● Brief
For the entries below, repeat exactly each line starting with the one that contains "greatestTension: told(lnArea +" and going on through the one that contains "const edges = [synchronous];", and no others.

● Collected data entries
+ + + +

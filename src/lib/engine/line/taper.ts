/**
 * Constant-stress taper: A(r) = A₀ exp{ρ [U(r) − U(R)]/σ_d}, σ_d = allowable / factor of safety.
 * The counterweight m_c = σ_d A(r_t)/(−g(r_t)) holds the top at r_t > r_s. Exact section, one body; it does not
 * cover a climber above r_s. ρ and A are as deployed, under load.
 *
 * Everything is reckoned in logarithms from the section at r_s, so that a taper of 1e400 is told by its
 * exponent and a taper of 1e33 loses no digits.
 */
import { integrate } from '../numerics/quadrature';
import type { Told } from '../methods/parameter';
import type { Field } from './field';
import { freeStandingRadius, uniformPeakStress } from './uniform';

export type TaperInput = {
	/** kg/m³ */
	density: number;
	/** Pa */
	designStress: number;
	/** Section at the anchor, m², or the lift, kg, that it must carry. */
	base: { area: number } | { lift: number };
	/** Further lift held in reserve, as a fraction. */
	reserve: number;
	/** Radius of the top from the body's centre, m; beyond r_s (1 + 1e-9). */
	top: number;
};

export type TaperResult = {
	designStress: number;
	taper: Told;
	baseArea: number;
	synchronousArea: Told;
	topArea: Told;
	greatestTension: Told;
	mass: Told;
	massBelow: Told;
	massAbove: Told;
	counterweight: Told;
	total: Told;
	lift: Told;
	/** m, anchor to top */
	length: number;
	synchronousRadius: number;
	uniformPeak: number;
	/** Height above the surface, m. */
	freeStandingHeight: number;
};

export function isAboveSynchronous(field: Field, top: number): boolean {
	return top > field.balance * (1 + 1e-9);
}

export function sizeTaper(field: Field, input: TaperInput): TaperResult {
	const { density, designStress, reserve, top } = input;
	const { base, balance: synchronous } = field;
	const k = density / designStress;
	const liftWeight = field.g(base) * (1 + reserve);
	const baseArea = baseSection(field, input);
	const lnTaper = k * field.rise(base, synchronous);
	const lnArea = Math.log(baseArea) + lnTaper;
	const lnTop = lnArea - k * field.rise(top, synchronous);
	// Section over that at r_s: at most 1, so no panel overflows.
	const shape = (r: number) => Math.exp(-k * field.rise(r, synchronous));
	const lnScale = lnArea + Math.log(density);
	const below = lnScale + lnLengthwise(shape, synchronous, base);
	const above = lnScale + lnLengthwise(shape, synchronous, top);
	const counterweight = lnTop + Math.log(designStress / -field.g(top));
	const line = lnSum(below, above);

	return {
		designStress,
		taper: told(lnTaper),
		baseArea,
		synchronousArea: told(lnArea),
		topArea: told(lnTop),
		greatestTension: told(lnArea + Math.log(designStress)),
		mass: told(line),
		massBelow: told(below),
		massAbove: told(above),
		counterweight: told(counterweight),
		total: told(lnSum(line, counterweight)),
		lift: 'lift' in input.base ? input.base.lift : (designStress * baseArea) / liftWeight,
		length: top - base,
		synchronousRadius: synchronous,
		uniformPeak: uniformPeakStress(field, density),
		freeStandingHeight: freeStandingRadius(field) - base
	};
}

/** Section at the anchor, m². */
export function baseSection(field: Field, { base, designStress, reserve }: TaperInput): number {
	if ('area' in base) return base.area;
	return (base.lift * field.g(field.base) * (1 + reserve)) / designStress;
}

/**
 * ln ∫ shape dr between r_s and one end. Panels halve towards r_s, where the shape peaks however steep
 * the taper; with more than a few hundred decades of taper the rest of the line has no weight.
 */
function lnLengthwise(shape: (r: number) => number, synchronous: number, end: number): number {
	const edges = [synchronous];
	for (let halvings = 40; halvings >= 0; halvings -= 1) {
		edges.push(synchronous + (end - synchronous) / 2 ** halvings);
	}
	const { value } = integrate(shape, end < synchronous ? edges.reverse() : edges, 1e-12);
	return Math.log(Math.max(value, Number.MIN_VALUE));
}

const lnSum = (a: number, b: number) => Math.max(a, b) + Math.log1p(Math.exp(-Math.abs(a - b)));

const LARGEST_LN = 300 * Math.LN10;

const told = (ln: number): Told => (ln <= LARGEST_LN ? Math.exp(ln) : { log10: ln / Math.LN10 });

export type Profile = {
	height: number[];
	area: number[];
	stress: number[];
	tension: number[];
	synchronous: number;
};

/** The line at graded heights, finer near the base; r_s is among them. Null where a section cannot be told. */
export function profileTaper(field: Field, input: TaperInput): Profile | null {
	const { base, balance: synchronous } = field;
	const { density, designStress, top } = input;
	const baseArea = baseSection(field, input);
	const k = density / designStress;
	if (Math.log(baseArea) + k * field.rise(base, synchronous) > LARGEST_LN / 2) return null;
	const graded = (from: number, to: number, count: number) =>
		Array.from({ length: count }, (_, i) => from * (to / from) ** (i / count));
	const radii = [...graded(base, synchronous, 120), ...graded(synchronous, top, 80), top];
	const area = radii.map((r) => baseArea * Math.exp(k * field.rise(base, r)));
	return {
		height: radii.map((r) => r - base),
		area,
		stress: radii.map(() => designStress),
		tension: area.map((a) => a * designStress),
		synchronous: synchronous - base
	};
}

+ + + +

● Written reply
		greatestTension: told(lnArea + Math.log(designStress)),
		mass: told(line),
		massBelow: told(below),
		massAbove: told(above),
		counterweight: told(counterweight),
		total: told(lnSum(line, counterweight)),
		lift: 'lift' in input.base ? input.base.lift : (designStress * baseArea) / liftWeight,
		length: top - base,
		synchronousRadius: synchronous,
		uniformPeak: uniformPeakStress(field, density),
		freeStandingHeight: freeStandingRadius(field) - base
	};
}

/** Section at the anchor, m². */
export function baseSection(field: Field, { base, designStress, reserve }: TaperInput): number {
	if ('area' in base) return base.area;
	return (base.lift * field.g(field.base) * (1 + reserve)) / designStress;
}

/**
 * ln ∫ shape dr between r_s and one end. Panels halve towards r_s, where the shape peaks however steep
 * the taper; with more than a few hundred decades of taper the rest of the line has no weight.
 */
function lnLengthwise(shape: (r: number) => number, synchronous: number, end: number): number {
	const edges = [synchronous];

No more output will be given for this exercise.